◆ Work to complete
State the count of lines below in which the word "runs" appears, and add nothing.

◆ Collected data

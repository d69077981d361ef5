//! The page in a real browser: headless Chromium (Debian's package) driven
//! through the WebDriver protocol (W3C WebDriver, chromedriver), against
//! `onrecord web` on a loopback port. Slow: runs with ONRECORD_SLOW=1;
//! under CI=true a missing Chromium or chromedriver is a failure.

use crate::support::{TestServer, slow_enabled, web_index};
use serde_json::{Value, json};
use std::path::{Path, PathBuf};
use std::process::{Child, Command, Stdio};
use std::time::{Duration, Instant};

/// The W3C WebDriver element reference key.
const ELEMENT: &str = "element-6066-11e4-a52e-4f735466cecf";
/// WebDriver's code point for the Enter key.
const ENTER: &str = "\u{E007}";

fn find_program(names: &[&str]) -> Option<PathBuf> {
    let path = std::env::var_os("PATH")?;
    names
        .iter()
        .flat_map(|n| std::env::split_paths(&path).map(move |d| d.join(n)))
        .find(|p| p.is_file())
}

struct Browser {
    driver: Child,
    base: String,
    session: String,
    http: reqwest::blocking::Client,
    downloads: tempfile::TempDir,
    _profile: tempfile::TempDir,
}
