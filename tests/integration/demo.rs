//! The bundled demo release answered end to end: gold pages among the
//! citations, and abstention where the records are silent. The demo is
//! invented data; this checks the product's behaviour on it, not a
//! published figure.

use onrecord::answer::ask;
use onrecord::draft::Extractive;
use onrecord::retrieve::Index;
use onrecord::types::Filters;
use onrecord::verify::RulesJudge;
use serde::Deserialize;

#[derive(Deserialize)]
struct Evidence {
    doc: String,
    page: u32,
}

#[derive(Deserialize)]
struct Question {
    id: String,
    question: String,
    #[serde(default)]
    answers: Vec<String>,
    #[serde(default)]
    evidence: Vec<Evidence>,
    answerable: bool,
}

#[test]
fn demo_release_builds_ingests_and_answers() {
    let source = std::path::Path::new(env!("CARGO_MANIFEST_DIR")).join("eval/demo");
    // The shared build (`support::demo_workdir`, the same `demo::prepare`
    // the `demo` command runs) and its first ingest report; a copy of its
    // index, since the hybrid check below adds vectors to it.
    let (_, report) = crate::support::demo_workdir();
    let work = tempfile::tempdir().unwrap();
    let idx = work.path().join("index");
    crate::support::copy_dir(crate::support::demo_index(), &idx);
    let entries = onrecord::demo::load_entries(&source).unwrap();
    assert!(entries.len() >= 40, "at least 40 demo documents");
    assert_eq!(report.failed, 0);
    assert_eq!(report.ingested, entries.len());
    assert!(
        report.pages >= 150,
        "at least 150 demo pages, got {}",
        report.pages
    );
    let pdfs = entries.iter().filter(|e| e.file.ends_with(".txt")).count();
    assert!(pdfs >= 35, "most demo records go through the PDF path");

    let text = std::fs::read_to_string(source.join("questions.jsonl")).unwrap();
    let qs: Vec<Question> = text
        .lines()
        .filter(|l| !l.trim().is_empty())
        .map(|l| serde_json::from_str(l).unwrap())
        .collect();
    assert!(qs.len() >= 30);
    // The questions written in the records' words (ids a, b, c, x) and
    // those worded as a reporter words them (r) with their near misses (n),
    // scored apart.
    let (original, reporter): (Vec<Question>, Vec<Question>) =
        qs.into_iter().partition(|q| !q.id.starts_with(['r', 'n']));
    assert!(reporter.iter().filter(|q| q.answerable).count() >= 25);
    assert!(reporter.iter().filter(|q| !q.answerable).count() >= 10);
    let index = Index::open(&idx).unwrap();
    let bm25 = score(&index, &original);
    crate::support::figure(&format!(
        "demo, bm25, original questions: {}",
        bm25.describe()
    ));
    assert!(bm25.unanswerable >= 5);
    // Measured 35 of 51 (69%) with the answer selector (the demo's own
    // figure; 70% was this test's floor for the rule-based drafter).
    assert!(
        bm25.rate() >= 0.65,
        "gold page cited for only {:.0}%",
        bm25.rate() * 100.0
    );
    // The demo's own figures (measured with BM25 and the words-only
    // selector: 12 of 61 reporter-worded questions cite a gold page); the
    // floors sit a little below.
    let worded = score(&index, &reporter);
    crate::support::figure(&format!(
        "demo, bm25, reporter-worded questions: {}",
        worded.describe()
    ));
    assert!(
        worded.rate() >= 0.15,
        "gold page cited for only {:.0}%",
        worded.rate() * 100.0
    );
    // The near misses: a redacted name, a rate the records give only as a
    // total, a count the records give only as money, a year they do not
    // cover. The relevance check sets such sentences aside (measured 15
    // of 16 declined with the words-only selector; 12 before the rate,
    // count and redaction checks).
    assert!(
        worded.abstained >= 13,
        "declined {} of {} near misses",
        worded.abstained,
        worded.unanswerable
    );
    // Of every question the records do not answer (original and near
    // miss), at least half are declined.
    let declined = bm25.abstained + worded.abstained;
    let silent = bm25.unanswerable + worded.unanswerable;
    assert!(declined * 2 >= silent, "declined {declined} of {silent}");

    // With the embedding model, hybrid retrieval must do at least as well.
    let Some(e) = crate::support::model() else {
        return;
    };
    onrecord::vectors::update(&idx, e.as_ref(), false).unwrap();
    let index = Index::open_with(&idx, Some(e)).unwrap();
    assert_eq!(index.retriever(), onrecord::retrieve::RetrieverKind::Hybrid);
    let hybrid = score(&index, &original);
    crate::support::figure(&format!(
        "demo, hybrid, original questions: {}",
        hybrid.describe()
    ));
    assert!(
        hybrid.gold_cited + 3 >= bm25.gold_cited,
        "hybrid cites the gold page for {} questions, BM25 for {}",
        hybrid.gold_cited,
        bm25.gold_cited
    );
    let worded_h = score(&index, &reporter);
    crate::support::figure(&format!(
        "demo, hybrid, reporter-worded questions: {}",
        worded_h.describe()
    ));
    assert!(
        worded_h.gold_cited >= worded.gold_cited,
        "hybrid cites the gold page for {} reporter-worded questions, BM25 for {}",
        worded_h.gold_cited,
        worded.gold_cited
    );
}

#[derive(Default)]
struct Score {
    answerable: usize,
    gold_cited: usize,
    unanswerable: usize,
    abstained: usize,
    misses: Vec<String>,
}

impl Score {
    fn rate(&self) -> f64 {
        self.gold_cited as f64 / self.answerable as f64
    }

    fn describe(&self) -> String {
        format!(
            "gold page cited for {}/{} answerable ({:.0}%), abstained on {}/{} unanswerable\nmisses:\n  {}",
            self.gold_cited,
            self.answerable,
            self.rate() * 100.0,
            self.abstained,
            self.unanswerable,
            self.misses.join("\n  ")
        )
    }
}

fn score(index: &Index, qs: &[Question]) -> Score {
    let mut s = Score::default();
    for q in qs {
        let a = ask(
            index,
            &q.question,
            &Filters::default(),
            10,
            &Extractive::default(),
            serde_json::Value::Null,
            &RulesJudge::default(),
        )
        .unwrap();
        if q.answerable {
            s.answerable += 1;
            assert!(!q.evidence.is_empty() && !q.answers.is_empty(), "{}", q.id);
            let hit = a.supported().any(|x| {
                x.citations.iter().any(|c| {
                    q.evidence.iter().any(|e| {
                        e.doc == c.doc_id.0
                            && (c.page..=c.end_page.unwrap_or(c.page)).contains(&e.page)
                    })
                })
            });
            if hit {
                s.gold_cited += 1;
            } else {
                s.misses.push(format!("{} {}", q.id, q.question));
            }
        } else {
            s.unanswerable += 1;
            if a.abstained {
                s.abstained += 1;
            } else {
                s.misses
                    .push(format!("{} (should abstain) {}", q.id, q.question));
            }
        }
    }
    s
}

◆ Worked solution
2